Modified on Sun, 21 Jun at 3:59 AM

Chapters let listeners jump straight to the part of an episode they care about. The catch is that podcast apps don't all read chapters the same way, and Apple Podcasts and Spotify each added their own automatic chapters recently.


This article explains what each platform does and how to make sure your chapters are the ones people see.

New to chapters? Start with What is a podcast chapter? and How to add a chapter.


What RSS.com does with your chapters


When you create chapters in your RSS.com dashboard (up to 10 per episode), we add them to your RSS feed in two open formats at once:

  • Podcasting 2.0 chapters (<podcast:chapters>), the rich format that carries titles, images, and links.
  • Podlove Simple Chapters, the format Spotify reads.


Those chapters show up automatically on your RSS.com web player, on Podcasting 2.0 apps (Podverse, Fountain, Castamatic, and others), and, because we include the Podlove format, on Spotify. They're also baked into the video when you publish to YouTube via PodViz. For the full breakdown of which apps show titles vs. images vs. links, see Chapter element support across apps.
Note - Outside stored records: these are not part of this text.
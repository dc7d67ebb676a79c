"""The demo world as arrays. Every return is made by an exact identity, so that all parities hold to rounding.

Currencies: the expected return has a static, a dynamic and a dollar part of the rate differential (Hassan and
Mano 2019). Equities: the log dividend-price ratio is a first-order autoregression and dividend growth cannot be
forecast from it.
"""

from __future__ import annotations

from dataclasses import dataclass

import numpy as np
import numpy.typing as npt

from carrylab.demo.economies import CODES, ECONOMIES, FLOATING, HOME, PEG_BREAKS, PEGGED
from carrylab.demo.rates import BURN, MATURITIES, SHORT, TENORS, Days, Floats, autoregression, curves, deposit_growth

MONTHS = 360
START = np.datetime64("1996-01")
STATIC, DYNAMIC, DOLLAR = 0.7, 1.5, 2.2  # parts of a rate differential that are paid as return
FX_COMMON, FX_OWN = 0.015, 0.018  # sd a month
ENTER, LEAVE = 0.008, 0.07  # chances a month that a recession starts and ends
FX_FALL, EQUITY_FALL = 0.12, 0.12  # log, when one starts: of the currency with the highest rates, of every index
DP_PHI, DP_SHOCK, DP_COMMON = 0.985, 0.04, 0.5
DIVIDEND_SHOCK, REAL_GROWTH = 0.012, 0.015
PEG_FALL = 0.32
AFTER_BREAK, FAR_AHEAD, FADE = 0.21, 0.02, 0.90  # differential of the broken peg: at once, far ahead, decay a month

Bools = npt.NDArray[np.bool_]


@dataclass(frozen=True, eq=False, slots=True)
class World:
    """T months, N economies in the order of `CODES`, M = 120 maturities of 1 to 120 months.

    `dates` (T,): last weekday of each month. `zero` (T, N, M): continuous zero yields. `growth` (T, N, 3): log
    growth of a deposit over 1, 3 and 12 months from its date. `spot` (T, N): log home price of the currency.
    `premium` (T, N, 3): log forward less log spot. `price`, `dividend`, `total_return` (T, N): index, dividends
    of the last 12 months, total return index. `activity` (T, N): output growth over a year, decimal.
    `recession` (T,).
    """

    dates: Days
    zero: Floats
    growth: Floats
    spot: Floats
    premium: Floats
    price: Floats
    dividend: Floats
    total_return: Floats
    activity: Floats
    recession: Bools


def world(seed: int) -> World:
    """Draw the whole world from one seed."""
    rng = np.random.default_rng(seed)
    dates = month_ends(MONTHS)
    recession = recessions(rng, MONTHS)
    zero = curves(rng, MONTHS)
    zero[:, PEGGED] = zero[:, HOME] + peg_differential()
    growth = deposit_growth(zero, dates)
    price, dividend, total_return = equities(rng, recession)
    return World(
        dates=dates,
        zero=zero,
        growth=growth,
        spot=exchange_rates(rng, growth[:, :, 0], recession),
        premium=growth[:, [HOME]] - growth + basis(rng),
        price=price,
        dividend=dividend,
        total_return=total_return,
        activity=activity(rng, recession),
        recession=recession,
    )


def month_ends(months: int) -> Days:
    """Last weekday of each month."""
    after = (START + np.arange(1, months + 1)).astype("datetime64[D]")
    return np.busday_offset(after, -1, roll="forward")


def recessions(rng: np.random.Generator, months: int) -> Bools:
    """A two-state chain that starts outside a recession."""
    draws = rng.random(months)
    state = np.zeros(months, dtype=bool)
    for t in range(1, months):
        state[t] = draws[t] >= LEAVE if state[t - 1] else draws[t] < ENTER
    return state


def surprise_entry(recession: Bools) -> Floats:
    """One where a recession starts, less the chance of it as seen a month before, (T,)."""
    before = np.concatenate([[False], recession[:-1]])
    return np.where(before, 0.0, recession - ENTER)


def peg_differential() -> Floats:
    """Rates of the pegged economy over home, (T, 120): fair odds of a break, then a crisis that fades."""
    breaks = int((np.datetime64(PEG_BREAKS) - START).astype(int))
    ramp = np.clip((np.arange(breaks) - (breaks - 70)) / 69, 0, 1)
    pegged = 0.002 * 12.5**ramp * PEG_FALL * 12  # monthly chance of a break, .2% rising to 2.5%, times the fall
    short = (AFTER_BREAK - FAR_AHEAD) * FADE ** np.arange(MONTHS - breaks)
    average = (1 - FADE**MATURITIES) / (MATURITIES * (1 - FADE))
    return np.vstack([np.repeat(pegged[:, None], 120, axis=1), FAR_AHEAD + np.outer(short, average)])


def exchange_rates(rng: np.random.Generator, growth: Floats, recession: Bools) -> Floats:
    """Log home prices of currencies, (T, N), from one-month deposit growth (T, N)."""
    T, N = growth.shape
    differential = growth - growth[:, [HOME]]
    shock = FX_COMMON * rng.standard_normal((T, 1)) + FX_OWN * rng.standard_normal((T, N))
    falls = -FX_FALL * crash_exposure() * surprise_entry(recession)[:, None]
    change = np.zeros((T, N))
    change[1:] = (expected_return(differential) - differential)[:-1] + (shock + falls)[1:]
    spot = np.log([economy.spot for economy in ECONOMIES]) + np.cumsum(change, axis=0)
    spot[:, PEGGED] = pegged_spot(rng, change[:, PEGGED])
    spot[:, HOME] = 0.0
    return spot


def expected_return(differential: Floats) -> Floats:
    """Expected one-month log return of a currency from the rate differentials (T, N) of all."""
    mean = (SHORT - SHORT[HOME]) / 12
    all_mean = mean[list(FLOATING)].mean()
    dollar = differential[:, list(FLOATING)].mean(axis=1, keepdims=True) - all_mean
    paid: Floats = STATIC * mean + DYNAMIC * (differential - mean - dollar) + DOLLAR * dollar
    return paid


def crash_exposure() -> Floats:
    """Share of the fall at the start of a recession, (N,): one for the highest rates, below zero for the lowest."""
    exposure = np.zeros(len(CODES))
    order = sorted(FLOATING, key=lambda i: SHORT[i])
    exposure[order] = (np.arange(len(order)) - 2) / (len(order) - 3)
    return exposure


def pegged_spot(rng: np.random.Generator, change: Floats) -> Floats:
    """Log price of the pegged currency, (T,): within .5% of the peg, a fall, then free."""
    breaks = int((np.datetime64(PEG_BREAKS) - START).astype(int))
    inside: Floats = np.clip(autoregression(0.8, 0.001 * rng.standard_normal(breaks)), -0.005, 0.005)
    free = change[breaks:].copy()
    free[0] = -PEG_FALL
    spot: Floats = np.log(ECONOMIES[PEGGED].spot) + np.concatenate([inside, np.cumsum(free)])
    return spot


def basis(rng: np.random.Generator) -> Floats:
    """Gap of forwards to covered parity, (T, N, 3): one basis point a year, so that parity holds but for noise."""
    gap: Floats = autoregression(0.9, 0.00005 * rng.standard_normal((MONTHS, len(CODES), 1)))
    gap[:, HOME] = 0.0
    yearly: Floats = gap * np.array(TENORS) / 12
    return yearly


def dividend_months(months: int) -> Floats:
    """Share of a year's dividends that is paid in each month, (months, N); the last one is that of the last date."""
    month = (MONTHS - np.arange(months, 0, -1)) % 12
    season = ((month >= 3) & (month <= 9))[:, None]
    peak = np.array([economy.peak for economy in ECONOMIES])
    share: Floats = np.where(season, peak / 7, (1 - peak) / 5)
    return share


def equities(rng: np.random.Generator, recession: Bools) -> tuple[Floats, Floats, Floats]:
    """Price, dividends of the last 12 months and total return index, (T, N) each.

    Exact: total_return grows by (price + dividend of the month) / price of the month before.
    """
    T, N = len(recession), len(CODES)
    payout = np.array([economy.payout for economy in ECONOMIES])
    draws = np.sqrt(DP_COMMON) * rng.standard_normal((BURN + T, 1))
    draws = DP_SHOCK * (draws + np.sqrt(1 - DP_COMMON) * rng.standard_normal((BURN + T, N)))
    draws[BURN:] += EQUITY_FALL * surprise_entry(recession)[:, None]
    ratio = payout * np.exp(autoregression(DP_PHI, draws)[BURN:])
    news = np.sqrt(0.5) * (rng.standard_normal((T + 11, 1)) + rng.standard_normal((T + 11, N)))
    rate: Floats = 1000 * payout * np.exp(np.cumsum((SHORT + REAL_GROWTH) / 12 + DIVIDEND_SHOCK * news, axis=0))
    paid = rate * dividend_months(T + 11)
    dividend: Floats = np.lib.stride_tricks.sliding_window_view(paid, 12, axis=0).sum(axis=-1)
    price: Floats = dividend / ratio
    total_return = np.full((T, N), 1000.0)
    total_return[1:] *= np.cumprod((price[1:] + paid[12:]) / price[:-1], axis=0)
    return price, dividend, total_return


def activity(rng: np.random.Generator, recession: Bools) -> Floats:
    """Output growth over a year, (T, N): persistent, and pulled down month by month in a recession."""
    T, N = len(recession), len(CODES)
    noise = np.sqrt(0.5) * (rng.standard_normal((T, 1)) + rng.standard_normal((T, N)))
    push = 0.0035 * noise - 0.006 * recession[:, None]
    return 0.027 + autoregression(0.92, push)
Below is how the two big apps handle chapters specifically.


Spotify


Spotify reads the chapters in your feed. Because we include Podlove Simple Chapters, the chapters you create on RSS.com appear on Spotify automatically, no Spotify-side setup needed (Spotify: enabling chapters, which tells creators hosted elsewhere to “use Podlove chapters in your RSS feed”).


Your chapters take priority over Spotify's automatic ones. Spotify also auto-generates chapters for some shows (currently English only, limited rollout), but per Spotify, “if you add manual chapters, they show instead of your automatic chapters” (Spotify: episode chapters), and your feed chapters count as your chapters.


A few Spotify specifics:

  • Spotify shows chapter titles only, not chapter images or links.
  • Spotify's rules: at least 3 chapters, at least 30 seconds apart, the first chapter at 00:00, and titles in plain text (no emojis/HTML), ideally under 40 characters.
  • Spotify may also add AI-reworded “chapter hooks” to titles for discovery; you can turn those off per episode or for the whole show.


Apple Podcasts


Apple Podcasts supports chapters through a few different routes, and it auto-generates its own (English only, full and bonus episodes 10+ minutes, starting with iOS 26.2 in late 2025). When chapters aren't provided, Apple shows its own set with an “Automatically created” label. Apple's documentation states that when you do provide chapters, “they'll always be displayed in Apple Podcasts.”


Apple documents three ways to provide chapters:

  1. Timestamps in your episode description: write your chapter times and titles into the show notes (starting at 00:00:00, at least three of them) and Apple turns them into tappable markers. This is the simplest, most reliable route for an RSS-hosted show today, and it works alongside the chapters in your feed.
  2. The <podcast:chapters> tag in your feed: Apple documents reading this from your hosting provider, including chapter images and links.
  3. Chapters embedded in the audio file (ID3/MP4 markers): added to the file itself before upload, using a tool like Forecast.


Practical recommendation for an RSS.com show: add your chapters on RSS.com (so they're in your feed for Spotify and Podcasting 2.0 apps), and also add the same chapter timestamps to your episode description, that combination is what reliably surfaces chapter navigation on Apple Podcasts today. If Apple is especially important to you, embedding ID3 chapters in the audio file is the most bullet-proof option. See Chapter type support across apps for the step-by-step.


Apple's chapter recommendations: start the first chapter at 00:00:00, include at least three, keep them no shorter than two minutes (and no more than ~6 per hour), and keep titles under 45 characters.


A note on formats (why we use both)


There's no single chapter format every app reads. Apple's documented feed format is Podcasting 2.0 (<podcast:chapters>); Spotify's is Podlove Simple Chapters. Rather than make you choose, RSS.com puts both in your feed automatically — so your chapters reach the widest possible set of apps from one set of clicks in your dashboard.